1. Field of the Invention
This invention relates generally to a low-noise, broad band switch and phase shifter and, more particularly, to a monolithic microwave and millimeter wave balanced, low-noise, broad band switch, switch and phase shifter that has particular application as a balanced switching low-noise amplifier.
2. Discussion of the Related Art
High performance, low-noise solid state switches and phase shifters are important control elements for controlling signal flow in high frequency circuit applications. One particular application exists for such a switch and phase shifter in microwave control circuits that are part of a phased-array or focal plane array antenna system. Typical focal plane array or phased-array antenna systems will incorporate a large number of antenna elements that either passively or actively detect radiation from a scene. Each antenna element may include a balanced switching, low-noise amplifier (BSLNA) that is selectively switched on and off to allow RF signals sensed by the particular antenna element to be sent to a detector device, such as a diode, that converts the RF signals to corresponding DC level signals. Currently, such BSLNAs are generally monolithically integrated into monolithic microwave integrated circuits or monolithic millimeter wave integrated circuits (MMICs) along with the antenna array and associated processing circuitry.

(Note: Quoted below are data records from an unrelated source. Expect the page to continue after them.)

/** Portal frames against Kleinlogel's formulas, and a pin-jointed truss by the method of joints. */
import { describe, it, expect } from "vitest";
import { memberDiagram, memberEndForces, nodeReaction, type ModelInput } from "@/lib/engine";
import { analyzeOrThrow, expectClose } from "./helpers";

const E = 200e9;
// Inextensible members in Kleinlogel's formulas: A very large makes axial shortening negligible.
const A_RIGID = 1e3;

function portal(base: "pin" | "fixed", h: number, L: number, Ic: number, Ib: number, w: number): ModelInput {
  const support = base === "fixed" ? { ux: "fixed", uy: "fixed", rz: "fixed" } : { ux: "fixed", uy: "fixed" };
  return {
    nodes: [
      { id: "A", x: 0, y: 0, support },
      { id: "B", x: 0, y: h },
      { id: "C", x: L, y: h },
      { id: "D", x: L, y: 0, support },
    ],
    members: [
      { id: "col-left", start: "A", end: "B", E, A: A_RIGID, I: Ic },
      { id: "beam", start: "B", end: "C", E, A: A_RIGID, I: Ib },
      { id: "col-right", start: "D", end: "C", E, A: A_RIGID, I: Ic },
    ],
    loadCases: [{ id: "G", loads: [{ kind: "distributed", member: "beam", direction: "global-y", wStart: -w }] }],
  } as ModelInput;
}

describe("portal frame, uniform load on the beam", () => {
  const h = 4;
  const L = 8;
  const Ic = 1.2e-4;
  const Ib = 3.1e-4;
  const w = 20e3;
  const k = (Ib * h) / (Ic * L);

  it("pinned bases", () => {
    const r = analyzeOrThrow(portal("pin", h, L, Ic, Ib, w));
    // Kleinlogel, Rigid Frame Formulas (English ed. 1952, from memory): H = wL²/(4h(2k+3)),
    // knee moment = −wL²/(4(2k+3)), k = I_beam·h/(I_col·L)
    const H = (w * L * L) / (4 * h * (2 * k + 3));
    expectClose(nodeReaction(r, "A", "G").fx, H, 1e-6);
    expectClose(nodeReaction(r, "D", "G").fx, -H, 1e-6);
    expectClose(memberDiagram(r, "beam", "G").valueAt(0).M, (-w * L * L) / (4 * (2 * k + 3)), 1e-6);
    expectClose(nodeReaction(r, "A", "G").fy, (w * L) / 2, 1e-9);
  });

  it("fixed bases", () => {
    const r = analyzeOrThrow(portal("fixed", h, L, Ic, Ib, w));
    const beam = memberDiagram(r, "beam", "G");
    // Kleinlogel, Rigid Frame Formulas (English ed. 1952, from memory): M_base = wL²/(12(k+2)),
    // M_knee = −wL²/(6(k+2)). Positive = tension on the inside face: the column's −y local side.
    expectClose(memberDiagram(r, "col-left", "G").valueAt(0).M, (w * L * L) / (12 * (k + 2)), 1e-6);
    expectClose(beam.valueAt(0).M, (-w * L * L) / (6 * (k + 2)), 1e-6);
    expectClose(beam.valueAt(L).M, (-w * L * L) / (6 * (k + 2)), 1e-6);
    // Midspan by statics: wL²/8 + M_knee.
    expectClose(beam.valueAt(L / 2).M, (w * L * L) / 8 - (w * L * L) / (6 * (k + 2)), 1e-6);
  });
});

describe("pin-jointed truss", () => {
  // Source: common practice (method of joints). Nodes A(0,0) pin, B(4,0), C(8,0) roller, D(4,3); members AB, BC,
  // AD, DC, BD; P down at B and H to the right at D. Moments about A: R_C·8 = 4P + 3H.
  //   R_C = P/2 + 3H/8, R_Ay = P/2 − 3H/8, R_Ax = −H.
  //   Joint A (AD at 3-4-5 slope): F_AD·3/5 + R_Ay = 0 → F_AD = −5P/6 + 5H/8; F_AB = −(4/5)F_AD − R_Ax = 2P/3 + H/2.
  //   Joint C: F_CD·3/5 + R_C = 0 → F_CD = −5P/6 − 5H/8; F_BC = −(4/5)F_CD = 2P/3 + H/2.
  //   Joint B: F_BD = P. (Tension positive.)
  const P = 120e3;
  const H = 40e3;
  const truss: ModelInput = {
    nodes: [
      { id: "A", x: 0, y: 0, support: { ux: "fixed", uy: "fixed" } },
      { id: "B", x: 4, y: 0 },
      { id: "C", x: 8, y: 0, support: { uy: "fixed" } },
      { id: "D", x: 4, y: 3 },
    ],
    members: [
      ["AB", "A", "B"],
      ["BC", "B", "C"],
      ["AD", "A", "D"],
      ["DC", "D", "C"],
      ["BD", "B", "D"],
    ].map(([id, start, end]) => ({ id, start, end, kind: "truss" as const, E, A: 2e-3 })),
    loadCases: [
      {
        id: "P",
        loads: [
          { kind: "nodal", node: "B", fy: -P },
          { kind: "nodal", node: "D", fx: H },
        ],
      },
    ],
  };

  it("member forces and reactions", () => {
    const r = analyzeOrThrow(truss);
    const N = (m: string) => -memberEndForces(r, m, "P").start.fx;
    expectClose(N("AB"), (2 * P) / 3 + H / 2);
    expectClose(N("BC"), (2 * P) / 3 + H / 2);
    expectClose(N("AD"), (-5 * P) / 6 + (5 * H) / 8);
    expectClose(N("DC"), (-5 * P) / 6 - (5 * H) / 8);
    expectClose(N("BD"), P);
    expectClose(nodeReaction(r, "C", "P").fy, P / 2 + (3 * H) / 8);
    expectClose(nodeReaction(r, "A", "P").fy, P / 2 - (3 * H) / 8);
    expectClose(nodeReaction(r, "A", "P").fx, -H);
    // Truss members carry no moment; node rotations nothing resists are removed, not reported unstable.
    expect(Math.abs(memberDiagram(r, "AD", "P").extremes.M!.max.value)).toBeLessThan(1e-9 * P);
    expect(r.stats.equations).toBe(5);
  });
});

Different switching and amplifying elements have been previously used to provide low-noise switching and phase shifting of the type discussed above. Most microwave and millimeter wave switches incorporate PIN diodes or field effect transistors (FETs) in series, shunt, or series-shunt configurations. Although the switches using PIN diodes have demonstrated great performance, they are not monolithically compatible with other FET devices in MMICs. Additionally, PIN diode switches consume more DC power, and require complicated bias circuitry that usually degrades switching speeds. For a discussion of PIN switches in this context, see for example Bellantoni, J. P. et al., "A Monolithic High Power Ka Band PIN Switch," IEEE Microwave and Millimeter-Wave Monolithic Circuit Symposium, May, 1989, pp. 47-53.
On the other hand, FET switches, such as metal semiconductor field effect transistor (MESFET) switches or high electron mobility transistor (HEMT) switches, often show a higher insertion loss than PIN switches. The high insertion loss degrades receiver noise performance and transmitter efficiency especially a high frequency. Further, the parasitic source-drain capacitance of an FET at pinch-off limits the isolation and band width of the FET switches. This adverse parasitic capacitance is further increased with increasing frequency, in particular millimeter wavelength frequencies. For a discussion of FET switches in this context, see for example Schindler, Manfred et al., "DC-40 GHz and 20-40 GHz MMIC SPDT Switches," IEEE Trans. on Microwave Theory and Techniques, Vol. 35, 1987, pp. 1486-1493.
Since phase shifters typically incorporate one or more switches of this type to change the phase difference between input and output signals, the same problems described above also exist for these types of phase shifters.
A need exists for a high performance switch and phase shifter especially suitable for MMIC applications that provides greater device performance than known switch and phase shifters that incorporate PIN diodes or FETs switches in series, shunt, or series-shunt configurations. It is therefore an object of the present invention to provide such a switch and phase shifter.